NeuroCAD is a software tool with a UI for designing advanced Neural Networks. It allows the user to lay out the layers of neurons, connect them up algorithmically, crossbreed and mutate networks to generate a population of similar neural nets, then run simulations on them, train them, cull the underperformers, and then crossbreed the top performing designs and continue the genetic algorithms till a design emerges that meets the performance criteria set by the designer.
It wil work with today's feed-forward Deep Neural Networks to design and evolve advanced AI applications, but it is really designed to work with Spiking Neural Networks, which are a more realistic simulation of how real neurons, neural networks, sensory systems, and intelligence work, with spiking signals that travel between neurons in time, and sophisticated processing and integration of these signals at neurons and synapses. They have distinct advantages over Deep Learning’s simpler feed-forward neural networks, but they are more challenging to design, train, test and work with, require more sophisticated and powerful design tools with the ability to evolve networks.
This tool is very necessary because there is no way to lay out and connect spiking neural networks by hand, or with mathematical or algorithmic methods, and no way to predict if they will work or not when building them.
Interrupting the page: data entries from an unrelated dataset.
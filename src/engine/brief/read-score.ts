import type { ScoreAnchor } from './brief.ts';
import type { Fields } from './fields.ts';
import { defaultScore } from './score-defaults.ts';

const COMPONENTS = ['served', 'severity', 'spell', 'damp', 'water', 'electricity', 'worst-year'] as const;
const ANCHOR = { min: -1e6, max: 1e6 };
/** Weights are typed with a few decimals; their sum is compared to this. */
const WEIGHT_ROUNDING = 1e-6;

/** Components, weights and anchors of a brief; those of method 7.3 when it names none. */
export function readScore(fields: Fields): readonly ScoreAnchor[] {
  if (!fields.has('score')) return defaultScore;
  const score = fields.list('score', (entry, path) => readAnchor(fields.entry(entry, path)));
  const named = score.map(({ component }) => component);
  if (new Set(named).size !== named.length) fields.fault('score', 'each component stands once');
  const sum = score.reduce((total, { weight }) => total + weight, 0);
  if (Math.abs(sum - 100) > WEIGHT_ROUNDING) {
    fields.fault('score', `the weights must add up to 100, not ${Math.round(sum * 1e6) / 1e6}`);
  }
  return score;
}

function readAnchor(entry: Fields): ScoreAnchor {
  if (!entry.has('component')) entry.fault('component', `one of ${COMPONENTS.join(', ')} is needed`);
  const read = {
    component: entry.choice('component', COMPONENTS),
    weight: entry.number('weight', { min: 0, max: 100 }),
    a0: entry.number('a0', ANCHOR),
    a100: entry.number('a100', ANCHOR),
  };
  if (read.a0 === read.a100) entry.fault('a100', 'the two anchors must differ');
  entry.refuseOthers();
  return read;
}
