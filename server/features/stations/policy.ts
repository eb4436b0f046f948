import { everyRole, memberOf, type Policy } from '../../http/policy.ts';

/** Stations are the engineers' to change; everyone in the team may look at them. */
export const stationsPolicy = {
  'stations.view': memberOf(everyRole, 'weather:read'),
  'stations.change': memberOf(['engineer', 'lead']),
} satisfies Record<string, Policy>;
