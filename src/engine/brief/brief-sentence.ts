import type { Brief, HumidityCaps, Limit, Stage, Tolerance } from './brief.ts';
import { parseHours } from './schedule-hours.ts';

const MODELS: Readonly<Record<Extract<Limit, { kind: 'adaptive' }>['model'], string>> = {
  'ashrae55-80': 'ASHRAE 55 at 80 % acceptability',
  'ashrae55-90': 'ASHRAE 55 at 90 % acceptability',
  'en16798-i': 'EN 16798-1 category I',
  'en16798-ii': 'EN 16798-1 category II',
  'en16798-iii': 'EN 16798-1 category III',
};
const STAGES: Readonly<Record<Stage, string>> = {
  direct: 'direct',
  indirect: 'indirect',
  dewpoint: 'dew-point',
  twostage: 'two-stage',
  tower: 'cooling tower',
};
const MONTHS = ['Jan', 'Feb', 'Mar', 'Apr', 'May', 'Jun', 'Jul', 'Aug', 'Sep', 'Oct', 'Nov', 'Dec'];

/** The requirement in one plain sentence, without a full stop. */
export function briefSentence(brief: Brief): string {
  return [
    limitWords(brief.limit),
    ...capWords(brief),
    scheduleWords(brief),
    stageWords(brief.stages),
    ...toleranceWords(brief.tolerance),
    ...brief.hardLimits.map(({ tempC, hours }) => `${hours === 0 ? 'no hour' : `at most ${hours} h`} over ${tempC} °C`),
  ].join(', ');
}

function limitWords(limit: Limit): string {
  switch (limit.kind) {
    case 'fixed':
      return `${limit.tempC} °C room`;
    case 'adaptive':
      return `room within ${MODELS[limit.model]}${limit.ceilingC === null ? '' : `, never over ${limit.ceilingC} °C`}`;
    case 'inlet':
      return `${limit.tempC} °C at the inlet of the equipment`;
    case 'thi':
      return `temperature-humidity index of at most ${limit.value}`;
    case 'shade-heat':
      return `shade heat figure of at most ${limit.value}`;
    case 'tower':
      return `process water at ${limit.coldC} °C`;
    case 'turbine':
      return `turbine inlet at ${limit.targetC} °C`;
  }
}

/** A hall's caps are named as what they are: tested by no hour. */
function capWords({ caps, limit }: Pick<Brief, 'caps' | 'limit'>): string[] {
  const words = testedCapWords(caps);
  const last = words.pop();
  if (last === undefined) return [];
  return [...words, limit.kind === 'inlet' ? `${last} (to be held by the hall’s own humidity control)` : last];
}

function testedCapWords({ roomRhPct, supplyRhPct, supplyDewPointC }: HumidityCaps): string[] {
  return [
    ...(roomRhPct === undefined ? [] : [`at most ${roomRhPct} % relative humidity`]),
    ...(supplyRhPct === undefined ? [] : [`supply at most ${supplyRhPct} % relative humidity`]),
    ...(supplyDewPointC === undefined ? [] : [`supply dew point at most ${supplyDewPointC} °C`]),
  ];
}

function scheduleWords({ months, weekdays, hours }: Brief): string {
  const days = weekdays === 'mon-fri' ? 'Monday to Friday' : 'every day';
  const season = months === 'all' ? '' : ` in ${months.map((month) => MONTHS[month - 1]).join(', ')}`;
  const opening = parseHours(hours);
  if (opening === 'daylight') return `in daylight ${days}${season}`;
  if (opening === null || (opening.opening === 0 && opening.closing === 24))
    return `open day and night ${days}${season}`;
  return `open ${twoDigits(opening.opening)} to ${twoDigits(opening.closing)} ${days}${season}`;
}

function stageWords(stages: readonly Stage[]): string {
  const words = stages.map((stage) => STAGES[stage]);
  const last = words.at(-1);
  if (last === undefined) return 'outdoor air alone';
  return words.length === 1 ? last : `${words.slice(0, -1).join(', ')} and ${last}`;
}

function toleranceWords({ sharePct, hours, spellH }: Tolerance): string[] {
  return [
    ...(sharePct === undefined ? [] : [`at most ${sharePct} % of demand hours unmet`]),
    ...(hours === undefined ? [] : [`at most ${hours} h unmet`]),
    ...(spellH === undefined ? [] : [`no spell over ${spellH} h`]),
  ];
}

function twoDigits(hour: number): string {
  return String(hour).padStart(2, '0');
}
Designing such a network by hand and connecting millions of neurons, each with thousands of connections would literally be like throwing one billion strands of spaghetti at a wall to see how they stick. It is humanly impossible.
The NeuroCAD design software allows us to lay out these neural networks in 3D and 'paint' where we want neural connections to go to on the other layers, using tools and widgets for creating procedural 2D maps and trees of them (originally developed for the film visual effects community). From a few hundred numerical parameters, we can define 2D maps that define all the 'rules' for how neurons will connect by probability, with all of them together defining how our whole network is connected in the end, called a 'Connectome'. It is a huge breakthrough in designing neural nets.
Parameters (Genome) -> 2D Algorithms -> 2D Probability Maps -> Connectome
A genome is a very compact set of information or instructions that can describe how to build much more complex systems (like a connectome). For example, in the human DNA, only 8000 genes encode how to build the human brain, which grows to have 100 billion neurons with over 100 trillion connections. Changes in these 8000 genes cause changes in the way the brain develops, how it is structured and how it functions, and minor changes to the genome can cause brains to have greatly reduced form and functionality. There is a mapping from these 8000 genes to the final connectome of the human brain, some sort of expansion, or biological decompression scheme.
With a small set of a few hundred parameters, we can have a unique numerical ‘gene’ that can (when expanded into 2D procedural maps) uniquely generate one connectome amongst millions of possibilities, perfect for doing genetic algorithms where we can crossbreed these parameter sets with simple random selection, giving us new ‘genes’ of parameters that can quickly generate a wide variety of connectome schemes to explore with NeuroCAD.
We allow the user to define a few networks like this, then turn NeuroCAD loose to automatically design hundreds more networks like them, and test each of them until it finds ones that work really well for your test application. We do this using Genetic Algorithms that, just like life, selects the best, breeds them to make more like them, tries them out, keeps the best, breeds them again, over and over. This is how our human brain evolved over hundreds of thousands of generations and millions of years. Again, if something already worked so well to produce us, why do it differently?
This means not only setting up specific training sets, and performance measures, and traning and evolving neural networks towards these static goals, but the the training set and performance criteria can also change in time, as more data is gathered dynamically from a fleet of drones for example, or there could be a gradiated training that starts with small networks, simple data sets and performance criteria, then evolves towards larger networs as the data becomes more complex, even multi-modal, and the evaluation criteria becomes much richer and more advanced, pushing the larger and more powerful networks towards needing cognition and computing and not just simple I/O processing to proceed to the next selection rounds. There is no theoretical limit to where this would have to stop, someday even going up to human-level IQ tests.
NeuroCAD is a software tool with a UI for designing Spiking Neural Networks. It allows the user to lay out the layers of spiking neurons, connect them up algorithmically with our parametric procedural maps system, crossbreed and mutate them to generate a population of similar neural nets, then run simulations on them, train them, cull the underperformers, and then crossbreed the top performing designs and continue the genetic algorithms till a design emerges that meets the performance criteria set by the designer. Someday those criteria could be very advanced indeed.